■ Work instruction: Only one stretch of the listing below is wanted. Give it again exactly, from the line with "stays valid). */" through the line with "const saa = dotFull(a, ka);".

■ Input:
•••••
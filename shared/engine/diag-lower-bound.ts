/**
 * Proven lower bounds on the diagonal of G = K^-1 for a grounded Laplacian K, person by person,
 * without solving (docs/sparse-greedy.md section 8). For any set of vectors Y with Y^T K Y
 * positive definite, Cauchy-Schwarz in the K inner product gives
 *   G_jj >= b^T (Y^T K Y)^-1 b,   b = Y^T e_j,
 * whatever Y is: a better Y only makes the bound tighter. Here Y holds a few Lanczos vectors
 * of K started at e_j (a ball of some hops around j: what walks near j contribute) and two
 * global vectors the greedy already has (G d and G 1, K-orthogonalised: the room's slow mode).
 * The small system is solved by a Cholesky factor that drops a vector whose pivot falls below
 * 1e-8 of its diagonal (the bound then holds for the smaller Y), and the result is lowered by
 * a relative 1e-7 so rounding in it cannot lift it above the true value.
 * Cost per person: the ball's ties times the hops, capped at MAX_BALL people.
 */
import type { GroundedLaplacian } from './linalg/grounded-laplacian';

/** Most Lanczos steps from e_j (the local vectors are e_j, K e_j, ..., K^hops e_j orthonormalised). */
export const MAX_HOPS = 8;
/** A ball that grows past this many people stops adding local vectors (the bound stays valid). */
const MAX_BALL = 4096;
const DROP = 1e-8;
const SAFETY = 1 - 1e-7;

interface GlobalVector {
  readonly g: Float64Array;
  /** g^T K g for this vector and the cross term with the previous one. */
  readonly self: number;
}

export class DiagLowerBound {
  private readonly pos: Int32Array;
  private nodes: Int32Array;
  private q: Float64Array[];
  private kq: Float64Array[];
  private globals: GlobalVector[] = [];
  private cross = 0;
  /** Size of the supports: q_l lives on nodes[0..qSize[l]), K q_l on nodes[0..kqSize[l]). */
  private readonly qSize = new Int32Array(MAX_HOPS + 1);
  private readonly kqSize = new Int32Array(MAX_HOPS + 1);
  private readonly alpha = new Float64Array(MAX_HOPS + 1);
  private readonly beta = new Float64Array(MAX_HOPS + 1);
  private count = 0;

  constructor(private readonly k: GroundedLaplacian) {
    this.pos = new Int32Array(k.n).fill(-1);
    this.nodes = new Int32Array(256);
    this.q = Array.from({ length: MAX_HOPS + 1 }, () => new Float64Array(256));
    this.kq = Array.from({ length: MAX_HOPS + 1 }, () => new Float64Array(256));
  }

  /** Sets the global vectors (any two vectors zero on the grounded people; K-orthogonalised here). */
  setGlobals(a: Float64Array, b: Float64Array): void {
    const { k } = this;
    const n = k.n;
    const ka = new Float64Array(n);
    const kb = new Float64Array(n);
    k.mul(a, ka);
    k.mul(b, kb);
    const saa = dotFull(a, ka);
    this.globals = [];
    if (!(saa > 0)) return;
    this.globals.push({ g: a, self: saa });
    const c = dotFull(a, kb) / saa;
    const g2 = new Float64Array(n);
    const kg2 = new Float64Array(n);
    for (let i = 0; i < n; i++) {
      g2[i] = b[i] - c * a[i];
      kg2[i] = kb[i] - c * ka[i];
    }
    const s22 = dotFull(g2, kg2);
    if (s22 > DROP * dotFull(b, kb)) {
      this.globals.push({ g: g2, self: s22 });
      this.cross = dotFull(a, kg2);
    }
  }

  /** A proven lower bound on G_jj (j not grounded) from `hops` Lanczos steps (at most MAX_HOPS). */
  lower(j: number, hops: number): number {
    this.count = 0;
    this.add(j);
    this.q[0][0] = 1;
    this.qSize[0] = 1;
    const levels = this.lanczos(Math.min(hops, MAX_HOPS));
    const value = this.project(j, levels);
    for (let i = 0; i < this.count; i++) this.pos[this.nodes[i]] = -1;
    return value * SAFETY;
  }

  /** Builds q_0..q_L and K q_l; returns L + 1. */
  private lanczos(hops: number): number {
    let levels = 0;
    for (let l = 0; l <= hops; l++) {
      if (l > 0 && this.count > MAX_BALL) break;
      this.applyK(l);
      levels = l + 1;
      if (l === hops || !this.nextVector(l)) break;
    }
    return levels;
  }

  /** kq_l = K q_l, growing the ball by q_l's neighbours. */
  private applyK(l: number): void {
    const { k, pos } = this;
    const size = this.qSize[l];
    for (let a = 0; a < this.count; a++) this.kq[l][a] = 0;
    for (let a = 0; a < size; a++) {
      const i = this.nodes[a];
      const x = this.q[l][a];
      if (x === 0) continue;
      this.kq[l][a] += k.diag[i] * x;
      for (let e = k.rowStart[i]; e < k.rowStart[i + 1]; e++) {
        const jj = k.col[e];
        let b = pos[jj];
        if (b < 0) b = this.add(jj);
        this.kq[l][b] += k.val[e] * x;
      }
    }
    this.kqSize[l] = this.count;
  }

  /** q_{l+1} from K q_l by Lanczos with full reorthogonalisation; false when the ball is exhausted. */
  private nextVector(l: number): boolean {
    const m = this.kqSize[l];
    const w = this.q[l + 1];
    const kql = this.kq[l];
    for (let a = 0; a < m; a++) w[a] = kql[a];
    this.alpha[l] = localDot(this.q[l], w, this.qSize[l]);
    for (let pass = 0; pass < 2; pass++)
      for (let s = 0; s <= l; s++) {
        const c = localDot(this.q[s], w, this.qSize[s]);
        axpyLocal(-c, this.q[s], w, this.qSize[s]);
      }
    const b = Math.sqrt(localDot(w, w, m));
    this.beta[l] = b;
    if (!(b > 1e-12 * Math.abs(this.alpha[l]))) return false;
    for (let a = 0; a < m; a++) w[a] /= b;
    this.qSize[l + 1] = m;
    return true;
  }

  /** b^T A^-1 b for A = Y^T K Y with Y = [q_0..q_{L-1}, globals], b = Y^T e_j, by dropping Cholesky. */
  private project(j: number, levels: number): number {
    const g = this.globals.length;
    const size = levels + g;
    const a = new Float64Array(size * size);
    const rhs = new Float64Array(size);
    rhs[0] = 1;
    for (let l = 0; l < levels; l++) {
      a[l * size + l] = l + 1 < levels ? this.alpha[l] : localDot(this.q[l], this.kq[l], this.qSize[l]);
      if (l + 1 < levels) a[l * size + l + 1] = a[(l + 1) * size + l] = this.beta[l];
      for (let s = 0; s < g; s++) {
        const c = this.globalDot(l, this.globals[s].g);
        a[l * size + levels + s] = a[(levels + s) * size + l] = c;
      }
    }
    for (let s = 0; s < g; s++) {
      a[(levels + s) * size + levels + s] = this.globals[s].self;
      rhs[levels + s] = this.globals[s].g[j];
    }
    if (g === 2) a[levels * size + levels + 1] = a[(levels + 1) * size + levels] = this.cross;
    return quadraticInverse(a, rhs, size);
  }

  /** (K q_l)^T g over the ball. */
  private globalDot(l: number, g: Float64Array): number {
    let s = 0;
    const kql = this.kq[l];
    for (let a = 0; a < this.kqSize[l]; a++) s += kql[a] * g[this.nodes[a]];
    return s;
  }

  private add(i: number): number {
    if (this.count === this.nodes.length) this.grow();
    this.pos[i] = this.count;
    this.nodes[this.count] = i;
    for (let l = 0; l <= MAX_HOPS; l++) {
      this.q[l][this.count] = 0;
      this.kq[l][this.count] = 0;
    }
    return this.count++;
  }

  private grow(): void {
    const cap = this.nodes.length * 2;
    const nodes = new Int32Array(cap);
    nodes.set(this.nodes);
    this.nodes = nodes;
    this.q = this.q.map((v) => copyInto(v, cap));
    this.kq = this.kq.map((v) => copyInto(v, cap));
  }
}

/**
 * b^T A^-1 b for symmetric A by LDL^T, dropping any vector whose pivot is below DROP of its
 * diagonal (then the value is b'^T A'^-1 b' for the kept rows: still a lower bound).
 */
export function quadraticInverse(a: Float64Array, b: Float64Array, size: number): number {
  const lo = new Float64Array(size * size);
  const d = new Float64Array(size);
  const y = new Float64Array(size);
  const kept = new Uint8Array(size);
  let quad = 0;
  for (let r = 0; r < size; r++) {
    let dr = a[r * size + r];
    let yr = b[r];
    for (let c = 0; c < r; c++) {
      if (!kept[c]) continue;
      let s = a[r * size + c];
      for (let t = 0; t < c; t++) if (kept[t]) s -= lo[r * size + t] * d[t] * lo[c * size + t];
      const l = s / d[c];
      lo[r * size + c] = l;
      dr -= l * l * d[c];
      yr -= l * y[c];
    }
    if (!(dr > DROP * a[r * size + r])) continue;
    kept[r] = 1;
    d[r] = dr;
    y[r] = yr;
    quad += (yr * yr) / dr;
  }
  return quad;
}

function localDot(x: Float64Array, y: Float64Array, m: number): number {
  let s = 0;
  for (let a = 0; a < m; a++) s += x[a] * y[a];
  return s;
}

function axpyLocal(c: number, x: Float64Array, y: Float64Array, m: number): void {
  for (let a = 0; a < m; a++) y[a] += c * x[a];
}

function dotFull(x: Float64Array, y: Float64Array): number {
  let s = 0;
  for (let i = 0; i < x.length; i++) s += x[i] * y[i];
  return s;
}

function copyInto(v: Float64Array, cap: number): Float64Array {
  const out = new Float64Array(cap);
  out.set(v);
  return out;
}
•••••
■ Solution:
/** A ball that grows past this many people stops adding local vectors (the bound stays valid). */
const MAX_BALL = 4096;
const DROP = 1e-8;
const SAFETY = 1 - 1e-7;

interface GlobalVector {
  readonly g: Float64Array;
  /** g^T K g for this vector and the cross term with the previous one. */
  readonly self: number;
}

export class DiagLowerBound {
  private readonly pos: Int32Array;
  private nodes: Int32Array;
  private q: Float64Array[];
  private kq: Float64Array[];
  private globals: GlobalVector[] = [];
  private cross = 0;
  /** Size of the supports: q_l lives on nodes[0..qSize[l]), K q_l on nodes[0..kqSize[l]). */
  private readonly qSize = new Int32Array(MAX_HOPS + 1);
  private readonly kqSize = new Int32Array(MAX_HOPS + 1);
  private readonly alpha = new Float64Array(MAX_HOPS + 1);
  private readonly beta = new Float64Array(MAX_HOPS + 1);
  private count = 0;

  constructor(private readonly k: GroundedLaplacian) {
    this.pos = new Int32Array(k.n).fill(-1);
    this.nodes = new Int32Array(256);
    this.q = Array.from({ length: MAX_HOPS + 1 }, () => new Float64Array(256));
    this.kq = Array.from({ length: MAX_HOPS + 1 }, () => new Float64Array(256));
  }

  /** Sets the global vectors (any two vectors zero on the grounded people; K-orthogonalised here). */
  setGlobals(a: Float64Array, b: Float64Array): void {
    const { k } = this;
    const n = k.n;
    const ka = new Float64Array(n);
    const kb = new Float64Array(n);
    k.mul(a, ka);
    k.mul(b, kb);
    const saa = dotFull(a, ka);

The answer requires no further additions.